There appears to be a recent fixation with the concept of women being powerful and invincible killers, with the screenplays being exclusively authored by men. In this dream, these femme Fatales would go to any length to get revenge on their oppressor, gradually losing their humanity as they near their goal. The narrative of Kate, starring Mary Elizabeth Winstead as the main character, is just that: an ideal fantasy of a woman with little time to wreak retribution on those who poisoned her. With less than 24 hours to live, Kate must fight her quickly deteriorating body and the Yakuza to find the man she believes is responsible for her plight.
The film had all the elements of a terrific, sleek, action-packed thriller, with Winstead at the helm, who had recently finished DC’s Birds of Prey at the time. Kate can be the next Atomic Blonde, but it falls far short due to a lack of creativity and terrible Asian stereotypes.
Kate finds who poisoned her with little time remaining: Kijima (Jun Kunimura), the leader of a Yakuza clan whose brother Kate had killed a few months before. Kate, enraged, chases every clue to find him. After murdering his soldiers, Kate is informed she can track down Kijima through his adolescent niece Ani (Miku Martineau). Kate then kidnaps the adolescent and wants access to her uncle, which Ani, unfortunately, cannot grant.
The most irritating aspect of Kate and Ani’s newfound connection is that it feels like the white savior cliché. Following Kate’s rescue of Ani from competing gangs, the youngster becomes a fangirl for the angry killer and follows her around as her accomplice. Ani’s portrayal appears to be more of a cute anime stereotype than a terrified adolescent. True, there were significant conditions that led to this turn, but it was still uncalled for. It was disconcerting to see Ani, a Japanese-born woman, encourage everyone to speak English to her fellow Japanese people when Japanese is preferred over English.
The film’s boring and predictable narrative might be forgiven if there was some exciting action. Still, the combat sequences are hurried and leave Kate appearing more like the Terminator than a real human being whose body is progressively shutting down. Not to mention, watching a tenacious white woman brutally murder multiple Asian men during the first two acts was extremely upsetting, especially given that the Asian community is still reeling from mass anti-Asian hate crimes. The clashes between Kate and the Yakuza are incredibly frightening for Asian viewers, notably during a scene where Kate storms into a room and shoots one of the guys in the head. She does the job as he is dying without batting an eye.
Kate is shown wishing to leave the assassin profession to live a regular life and perhaps have a family. All of that is taken away from her as a result of the poisoning. It makes sense for her to seek retribution for the future she no longer has. But, as she continues her homicidal spree, her humanity is eroded for her to become this vicious fighting machine, or, as the film would have you think, “a real badass.”
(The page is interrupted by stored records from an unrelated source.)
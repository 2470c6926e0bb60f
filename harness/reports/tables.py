"""Run records as flat tables: one row per run, or one row per generation.

The same rows feed ``Results.runs_table()`` / ``generations_table()`` of the Python API
(pandas DataFrames when pandas is installed) and ``neuroyard export --format csv``. Every
value is a number, a bool, a string or None (empty in CSV); a value that is itself a list
or a table (a setting such as a list of numbers) is written as JSON text.

**Runs table** (:data:`RUN_COLUMNS`, then the columns of each kind of name, each kind
sorted by name):

==========================  ==============================================================
column                      meaning
==========================  ==============================================================
run_key                     the run's identity in the store (24 hex digits)
evolver, config_hash        the evolver's name and the hash of its effective configuration
task                        task id (the key the store keeps)
task_label                  the task as reports name it (``gym:CartPole-v1``; with a hash
                            of its settings where the table holds it under several:
                            :mod:`.labels`)
run_index                   run index within the campaign (0-based)
campaign_seed               the campaign's seed
seed, task_seed             the evolver's and the task's seeds, derived by the harness
budget                      evaluations the run could spend
status, solved              ``solved``, ``unsolved`` (budget spent) or ``failed``; True when
                            solved
failure                     the reason of a failed run (empty otherwise)
generations, evaluations    counted by the harness; success tests are not evaluations
success_evaluations         episodes the success tests ran
best_fitness                fitness of the run's best network (the solution when solved)
hidden_nodes, connections   size of that network (hidden nodes, enabled connections)
wall_s, evolver_s,          seconds: the run's wall time, inside the evolver's calls, the
harness_s, kernel_load_s    harness's own part, loading the task's kernels
relative_speed              evaluations per calibration unit (the regression gate's speed)
host                        the machine that made the run
version.NAME                versions of python, numpy, numba, neuroyard and the git commit
setting.NAME                every task setting (defaults included)
config.NAME                 every evolver option given (the rest are the evolver's defaults)
metric.NAME                 the task's declared metrics, from the run's success test
fact.NAME                   figures of the task instance (a maze's deception score)
==========================  ==============================================================

**Generations table** (:data:`GENERATION_COLUMNS`, then ``test.NAME`` and ``stat.NAME``):

==========================  ==============================================================
run_key, evolver,           the run the generation belongs to (as in the runs table)
config_hash, task,
task_label, run_index
generation                  0-based
evaluations                 evaluations so far in the run, this generation's included
best_fitness, mean_fitness  of this generation's networks
best_hidden,                size of this generation's fittest network
best_connections
non_finite_fitness          evaluations whose fitness was not finite (counted as the worst)
test.NAME                   this generation's success test: ``test.rank`` (0: the fittest
                            network was tested) and the task's details (empty: no test)
stat.NAME                   the evolver's own statistics after this generation's tell()
==========================  ==============================================================
"""

from __future__ import annotations

import csv
import json
from collections.abc import Iterable, Mapping, Sequence
from typing import IO, Any

from neuroyard.records.runs import SOLVED, RunRecord, record_key
from neuroyard.reports.gate import relative_speed
from neuroyard.reports.labels import task_labels
from neuroyard.tasks import declared_metrics

RUN_COLUMNS: tuple[str, ...] = (
    "run_key",
    "evolver",
    "config_hash",
    "task",
    "task_label",
    "run_index",
    "campaign_seed",
    "seed",
    "task_seed",
    "budget",
    "status",
    "solved",
    "failure",
    "generations",
    "evaluations",
    "success_evaluations",
    "best_fitness",
    "hidden_nodes",
    "connections",
    "wall_s",
    "evolver_s",
    "harness_s",
    "kernel_load_s",
    "relative_speed",
    "host",
)
RUN_PREFIXES: tuple[str, ...] = ("version.", "setting.", "config.", "metric.", "fact.")
GENERATION_COLUMNS: tuple[str, ...] = (
    "run_key",
    "evolver",
    "config_hash",
    "task",
    "task_label",
    "run_index",
    "generation",
    "evaluations",
    "best_fitness",
    "mean_fitness",
    "best_hidden",
    "best_connections",
    "non_finite_fitness",
)
GENERATION_PREFIXES: tuple[str, ...] = ("test.", "stat.")
TABLES = ("runs", "generations")


def _cell(value: Any) -> Any:
    """A table cell: a number, bool, string or None as it is, anything else as JSON."""
    if value is None or isinstance(value, bool | int | float | str):
        return value
    return json.dumps(value, sort_keys=True)


def _prefixed(prefix: str, values: Mapping[str, Any]) -> dict[str, Any]:
    return {prefix + str(k): _cell(v) for k, v in values.items()}


def _task_labels(records: Sequence[RunRecord]) -> list[str]:
    return task_labels([(r.task, r.task_settings) for r in records])


def run_row(record: RunRecord, task_label: str) -> dict[str, Any]:
    """One run as a row of the runs table (see the module docstring), its task labelled
    ``task_label``."""
    timing = record.timing
    metrics = declared_metrics(record.task, record.task_settings)
    details = record.success_details
    row = {
        "run_key": record_key(record),
        "evolver": record.evolver,
        "config_hash": record.config_hash,
        "task": record.task,
        "task_label": task_label,
        "run_index": record.run_index,
        "campaign_seed": record.campaign_seed,
        "seed": record.seed,
        "task_seed": record.task_seed,
        "budget": record.budget,
        "status": record.status,
        "solved": record.status == SOLVED,
        "failure": record.failure,
        "generations": record.generations,
        "evaluations": record.evaluations,
        "success_evaluations": record.success_evaluations,
        "best_fitness": record.best_fitness,
        "hidden_nodes": record.hidden_nodes,
        "connections": record.connections,
        "wall_s": timing.get("wall"),
        "evolver_s": timing.get("evolver"),
        "harness_s": timing.get("harness"),
        "kernel_load_s": timing.get("kernel_load"),
        "relative_speed": relative_speed(record),
        "host": record.host,
    }
    row.update(_prefixed("version.", record.versions))
    row.update(_prefixed("setting.", record.task_settings))
    row.update(_prefixed("config.", record.config))
    row.update(
        _prefixed("metric.", {m.name: details[m.name] for m in metrics if m.name in details})
    )
    row.update(_prefixed("fact.", record.task_facts))
    return row


def generation_rows(record: RunRecord, task_label: str) -> list[dict[str, Any]]:
    """The generations of one run (read with its log) as rows of the generations table,
    its task labelled ``task_label``."""
    run = {
        "run_key": record_key(record),
        "evolver": record.evolver,
        "config_hash": record.config_hash,
        "task": record.task,
        "task_label": task_label,
        "run_index": record.run_index,
    }
    rows = []
    for g in record.log:
        row = {
            **run,
            "generation": g.generation,
            "evaluations": g.evaluations,
            "best_fitness": g.best_fitness,
            "mean_fitness": g.mean_fitness,
            "best_hidden": g.best_hidden,
            "best_connections": g.best_connections,
            "non_finite_fitness": g.non_finite_fitness,
        }
        row.update(_prefixed("test.", g.champion_test))
        row.update(_prefixed("stat.", g.stats))
        rows.append(row)
    return rows


def runs_rows(records: Iterable[RunRecord]) -> list[dict[str, Any]]:
    """Every record as a row of the runs table (tasks labelled among all of them)."""
    records = list(records)
    return [run_row(r, label) for r, label in zip(records, _task_labels(records), strict=True)]


def generations_rows(records: Iterable[RunRecord]) -> list[dict[str, Any]]:
    """Every generation of every record (read with their logs) as rows (tasks labelled
    among all of them)."""
    records = list(records)
    labels = _task_labels(records)
    return [
        row for r, label in zip(records, labels, strict=True) for row in generation_rows(r, label)
    ]


def columns(rows: Sequence[Mapping[str, Any]], table: str) -> list[str]:
    """The columns of ``table`` (``runs`` or ``generations``) for ``rows``: the fixed ones,
    then those of each prefix that some row has, sorted by name within the prefix."""
    fixed, prefixes = (
        (RUN_COLUMNS, RUN_PREFIXES)
        if table == "runs"
        else (GENERATION_COLUMNS, GENERATION_PREFIXES)
    )
    found = {name for row in rows for name in row}
    extra = [sorted(n for n in found if n.startswith(prefix)) for prefix in prefixes]
    return [*fixed, *(name for group in extra for name in group)]


def write_csv(rows: Sequence[Mapping[str, Any]], table: str, out: IO[str]) -> None:
    """Write ``rows`` of ``table`` as CSV (a header line of :func:`columns`, then one line
    per row; a missing or None value is an empty field, a bool ``True``/``False``)."""
    writer = csv.DictWriter(out, fieldnames=columns(rows, table), lineterminator="\n")
    writer.writeheader()
    writer.writerows(rows)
If there was some exciting action, the film’s formulaic narrative might be forgiven.
Despite the film’s weak combat sequences and uninteresting characters, the third act becomes more fascinating as we know the Yakuza’s leader, Kijima. As the sad commander, Kunimura exudes delicate benignity and controls nearly every scene with a single glance. The third act is acceptable due to this character, and spectators may begin to sympathize with Kate. Unfortunately, this is too late for anyone to be concerned about what happens to her.
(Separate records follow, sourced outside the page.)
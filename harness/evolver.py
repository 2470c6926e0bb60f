"""The evolver contract (ask/tell) and how evolvers are found.

An evolver is any object with these methods::

    start(problem: Problem, seed: int) -> None     # once, before anything else
    ask() -> Sequence[Network]                      # one batch = one generation
    tell(evaluations: Sequence[Evaluation]) -> None # results for the last batch, same order
    stats() -> Mapping[str, float]                  # optional: evolver-side figures,
                                                    #   read after each tell()
    settings() -> Mapping[str, Any]                 # optional: effective configuration,
                                                    #   defaults included (JSON values)
    stop(outcome: Outcome) -> None                  # optional: once, when the run ends

The order of calls in a run: ``start``, ``settings``, then per generation ``ask``, (the
harness evaluates and success-tests), ``tell``, ``stats``; finally ``stop``. ``tell``
receives the results of every evaluated batch, the last one included: also the batch whose
network solved the task, and a batch cut by the budget, whose ``tell`` gets the results of
its evaluated prefix only (the first ``budget - evaluations so far`` networks, in order).
``stop`` is called once whether the run solved, spent its budget or failed (not when the
evolver's process died or was ended). A batch may hold at most :data:`MAX_BATCH` networks
unless the campaign allows more.

The harness evaluates every network it is given and counts the evaluations itself; the
evolver sees only the results. An evolver is made by calling a *factory* (usually the
class) with its configuration as keyword arguments. Factories are found by name in the
entry-point group ``neuroyard.evolvers`` or by a ``module:attr`` path.
"""

from __future__ import annotations

import hashlib
import importlib
import json
import tomllib
from collections.abc import Callable, Mapping, Sequence
from dataclasses import dataclass, field
from importlib.metadata import entry_points
from pathlib import Path
from typing import Any, Protocol, runtime_checkable

from .errors import EvolverError
from .network import Network

ENTRY_POINT_GROUP = "neuroyard.evolvers"
MAX_BATCH = 10_000  # networks per ask() unless a campaign allows more (a guard rail, ours)


@dataclass(frozen=True)
class Problem:
    """What an evolver is told about the task at ``start``.

    ``inputs``/``outputs``: counts of input and output nodes a network must have (a bias
    node is optional and not counted). ``budget``: evaluations the harness will make at
    most. ``max_fitness``: the best possible fitness, or None if unbounded above;
    ``min_fitness``: the worst (every fitness the evolver is told is finite and within them).
    ``behaviour_size``: length of the behaviour descriptor given with each evaluation, or
    None when the task defines none. ``needs_memory``: True when observations hide part of
    the state, so a recurrent network is needed.
    """

    task: str
    inputs: int
    outputs: int
    budget: int
    max_fitness: float | None = None
    min_fitness: float = 0.0
    behaviour_size: int | None = None
    needs_memory: bool = False
    settings: Mapping[str, Any] = field(default_factory=dict)


@dataclass(frozen=True, slots=True)
class Evaluation:
    """The result of one evaluation: fitness (higher is better) and optional behaviour."""

    fitness: float
    behaviour: tuple[float, ...] | None = None


@dataclass(frozen=True)
class Outcome:
    """How a run ended, given to the evolver's optional ``stop(outcome)``.

    ``status``: ``"solved"``, ``"unsolved"`` (the budget is spent) or ``"failed"``;
    ``generations`` and ``evaluations`` made; ``failure``: the reason of a failed run."""

    status: str
    generations: int
    evaluations: int
    failure: str | None = None


@runtime_checkable
class Evolver(Protocol):
    def start(self, problem: Problem, seed: int) -> None: ...

    def ask(self) -> Sequence[Network]: ...

    def tell(self, evaluations: Sequence[Evaluation]) -> None: ...


EvolverFactory = Callable[..., Evolver]


@dataclass(frozen=True)
class EvolverSpec:
    """A named evolver and its configuration: everything needed to build it in any process.

    ``name`` is an entry-point name or a ``module:attr`` path; ``config`` is passed to the
    factory as keyword arguments. ``config_hash`` identifies the configuration in results.
    """

    name: str
    config: Mapping[str, Any] = field(default_factory=dict)

    @property
    def config_hash(self) -> str:
        text = json.dumps(self.config, sort_keys=True, default=str)
        return hashlib.sha256(text.encode()).hexdigest()[:12]

    def build(self) -> Evolver:
        """Instantiate the evolver; configuration errors become :class:`EvolverError`."""
        factory = load_factory(self.name)
        try:
            return factory(**dict(self.config))
        except (TypeError, ValueError) as exc:
            raise EvolverError(f"evolver {self.name!r}: bad configuration: {exc}") from None


def available() -> dict[str, str]:
    """Entry-point names in ``neuroyard.evolvers`` mapped to their ``module:attr`` targets."""
    return {ep.name: ep.value for ep in entry_points(group=ENTRY_POINT_GROUP)}


def load_factory(name: str) -> EvolverFactory:
    """Resolve an entry-point name or a ``module:attr`` path to an evolver factory."""
    target = available().get(name)
    if target is None and ":" not in name:
        known = ", ".join(sorted(available())) or "none installed"
        raise EvolverError(
            f"unknown evolver {name!r} (installed: {known}; or give a module:attr path)"
        )
    module_name, _, attr = (target or name).partition(":")
    try:
        obj: Any = importlib.import_module(module_name)
    except ImportError as exc:
        raise EvolverError(
            f"evolver {name!r}: cannot import module {module_name!r}: {exc}"
        ) from None
    for part in attr.split("."):
        if not hasattr(obj, part):
            raise EvolverError(
                f"evolver {name!r}: module {module_name!r} has no attribute {attr!r}"
            )
        obj = getattr(obj, part)
    if not callable(obj):
        raise EvolverError(f"evolver {name!r}: {attr!r} is not callable")
    return obj


def read_config(path: str | Path) -> dict[str, Any]:
    """Read an evolver configuration TOML file (a flat or nested table of settings)."""
    try:
        with open(path, "rb") as fh:
            return tomllib.load(fh)
    except OSError as exc:
        raise EvolverError(f"config file {path}: cannot read it ({exc.strerror})") from None
    except tomllib.TOMLDecodeError as exc:
        raise EvolverError(f"config file {path}: not valid TOML ({exc})") from None
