def row_labels(rows: Sequence[ReportRow]) -> list[tuple[str, str]]:
    """(evolver label, task label) of each row: the evolver with its configuration hash
    when several configurations of it are reported, the task as :func:`.labels.task_labels`
    names it (with a hash of its settings where it was run under several)."""
    evolvers = disambiguated(
        [(r.evolver, r.config_hash) for r in rows], {r.config_hash: r.config_hash[:6] for r in rows}
    )
    tasks = task_labels([(r.task, r.task_settings) for r in rows])
    # the same task and settings under several budgets: the budget joins the label
    settings = [json.dumps(r.task_settings, sort_keys=True, default=str) for r in rows]
    budgets: dict[tuple[str, str], set[int]] = {}
    for r, s in zip(rows, settings, strict=True):
        budgets.setdefault((r.task, s), set()).add(_budget(r))
    tasks = [
        f"{label} (budget {count(_budget(r))})" if len(budgets[r.task, s]) > 1 else label
        for label, r, s in zip(tasks, rows, settings, strict=True)
    ]
    return list(zip(evolvers, tasks, strict=True))


def _budget(row: ReportRow) -> int:
    return row.records[0].budget if row.records else 0


NO_SOLVED_ERT = (
    "no run solved, so there is no finite expected running time (ERT = all evaluations "
    "spent / solved runs)"
)
NO_SOLVED_FIGURES = "no run solved, so there are no figures over solved runs"


def _table(
    head: Sequence[str],
    body: Sequence[Sequence[str]],
    numeric: Sequence[bool],
    caption: str = "",
    notes: Mapping[int, str | None] | None = None,
) -> Table:
    cited = sorted((notes or {}).items())
    return Table(
        tuple(head),
        tuple(tuple(row) for row in body),
        tuple(numeric),
        caption,
        tuple((n, text) for n, text in cited if text is not None),
        tuple(n for n, text in cited if text is None),
    )


def _summary(rows: Sequence[ReportRow], names: Sequence[tuple[str, str]], fn: Footnotes) -> Section:
    """Three tables: what became of every run, the figures over the solved runs, and their
    medians and quartiles."""
    outcome_notes: dict[int, str | None] = {}
    outcomes = []
    for r, (evolver, task) in zip(rows, names, strict=True):
        s = r.summary
        ert = (
            figure("ert", s.ert) if s.solved else f"{DASH} {fn.cite(NO_SOLVED_ERT, outcome_notes)}"
        )
        outcomes.append(
            [
                evolver,
                task,
                count(s.runs),
                count(s.solved),
                count(s.failed),
                f"{figure('success_rate', s.success_rate)} "
                f"({interval(s.success_ci, 'success_rate')})",
                ert,
            ]
        )
    solved_notes: dict[int, str | None] = {}
    spread_notes: dict[int, str | None] = {}
    solved = []
    for r, (evolver, task) in zip(rows, names, strict=True):
        s = r.summary
        cells = [
            figure("mean_evaluations", s.mean_evaluations),
            figure("median_evaluations", s.median_evaluations),
            figure("mean_generations", s.mean_generations),
            figure("mean_hidden_nodes", s.mean_hidden_nodes),
            figure("mean_connections", s.mean_connections),
        ]
        if not s.solved:
            cells[0] = f"{DASH} {fn.cite(NO_SOLVED_FIGURES, solved_notes)}"
        solved.append([evolver, task, *cells])
    spread = [
        [
            evolver,
            task,
            _quartiles(r.summary.quartiles_evaluations, "median_evaluations"),
            _quartiles(r.summary.quartiles_generations, "mean_generations"),
            _ert_interval(r.summary.ert_ci, fn, spread_notes),
        ]
        for r, (evolver, task) in zip(rows, names, strict=True)
        if r.summary.solved
    ]
    return Section(
        "Runs: outcome of every run",
        (
            _table(
                ["evolver", "task", "runs", "solved", "failed", "success (95% CI)", "ERT"],
                outcomes,
                [False, False, True, True, True, True, True],
                notes=outcome_notes,
            ),
            _table(
                [
                    "evolver",
                    "task",
                    "mean evals",
                    "median evals",
                    "mean gens",
                    "hidden nodes",
                    "connections",
                ],
                solved,
                [False, False, True, True, True, True, True],
                caption="Solved runs: evaluations and generations to solve, size of the "
                "solution (means and medians over solved runs)",
                notes=solved_notes,
            ),
            _table(
                ["evolver", "task", "evaluations to solve", "generations to solve", "ERT 95% CI"],
                spread,
                [False, False, True, True, True],
                caption="Spread: first quartile, median and third quartile over the solved runs; "
                "95% bootstrap interval of the ERT, resampling whole runs",
                notes=spread_notes,
            ),
        ),
    )


OPEN_ABOVE = "≥"  # an interval with no upper end: "≥ 200"
UNBOUNDED = "unbounded"  # an interval with no end at all
OPEN_ERT_INTERVAL = (
    f"{OPEN_ABOVE} x: the interval has no upper end, only the lower end x: so many of the "
    "resamples held no solved run (whose ERT is infinite) that its upper end is infinite"
)


def interval(bounds: tuple[float, float] | None, kind: str) -> str:
    """A confidence interval, each end formatted as a figure of ``kind``: ``low-high``;
    one open above (an infinite upper end) is ``≥ low``, one open at both ends
    ``unbounded``; :data:`DASH` for None."""
    if bounds is None:
        return DASH
    low, high = bounds
    if math.isinf(low):
        return UNBOUNDED
    if math.isinf(high):
        return f"{OPEN_ABOVE} {figure(kind, low)}"
    return f"{figure(kind, low)}-{figure(kind, high)}"


def _ert_interval(
    bounds: tuple[float, float] | None, fn: Footnotes, notes: dict[int, str | None]
) -> str:
    """The ERT's bootstrap interval; an open one cites :data:`OPEN_ERT_INTERVAL`."""
    text = interval(bounds, "ert")
    if bounds is not None and math.isinf(bounds[1]):
        text += f" {fn.cite(OPEN_ERT_INTERVAL, notes)}"
    return text


def _quartiles(q: tuple[float, float, float] | None, kind: str) -> str:
    """``first quartile / median / third quartile``, each in the format of ``kind``."""
    return DASH if q is None else " / ".join(figure(kind, x) for x in q)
Woody Harrelson, who plays Varick, Kate’s sadistic one-dimensional manager who had trained her into becoming an assassin since she was a child, is the film’s most wasted performer. Harrelson seemed entirely out of place and lacked chemistry with Winstead’s austere role. It’s challenging to imagine Varick raised Kate as his child, as all of their encounters felt more like uncomfortable workplace small chat than a parental bond.
There’s much to be said about a film with Japan as a background yet has a weary usage of the Yakuza. Kate attempts to include several notable Japanese pop culture figures in the tale, including the rock band BAND-MAID and a short cameo by MIYAVI, who appears to have a fascinating history but is never fully explored. The usage of Japanese culture is solely for optics and the dream of what foreigners think to be their way of life.
Kate is predictable, somewhat triggering, and dull. It is filled with uninspiring action sequences and follows the same formula as this summer’s other bland female empowerment films (also written by men) — Gunpowder Milkshake and The Protégé. The typical “badass” assassin seeks revenge against the men who threaten her way of life.
Kate tries to build an original femme fatale by making her moribund with limited time to identify the guy who killed her. Unfortunately, the plot falls flat due to tired cliches and shaky action scenes. A few characters are more intriguing than the protagonist at moments, but they are never fully developed beyond their appearance or until the last act. The film desperately wants us to care about the title character, but it fails to do so.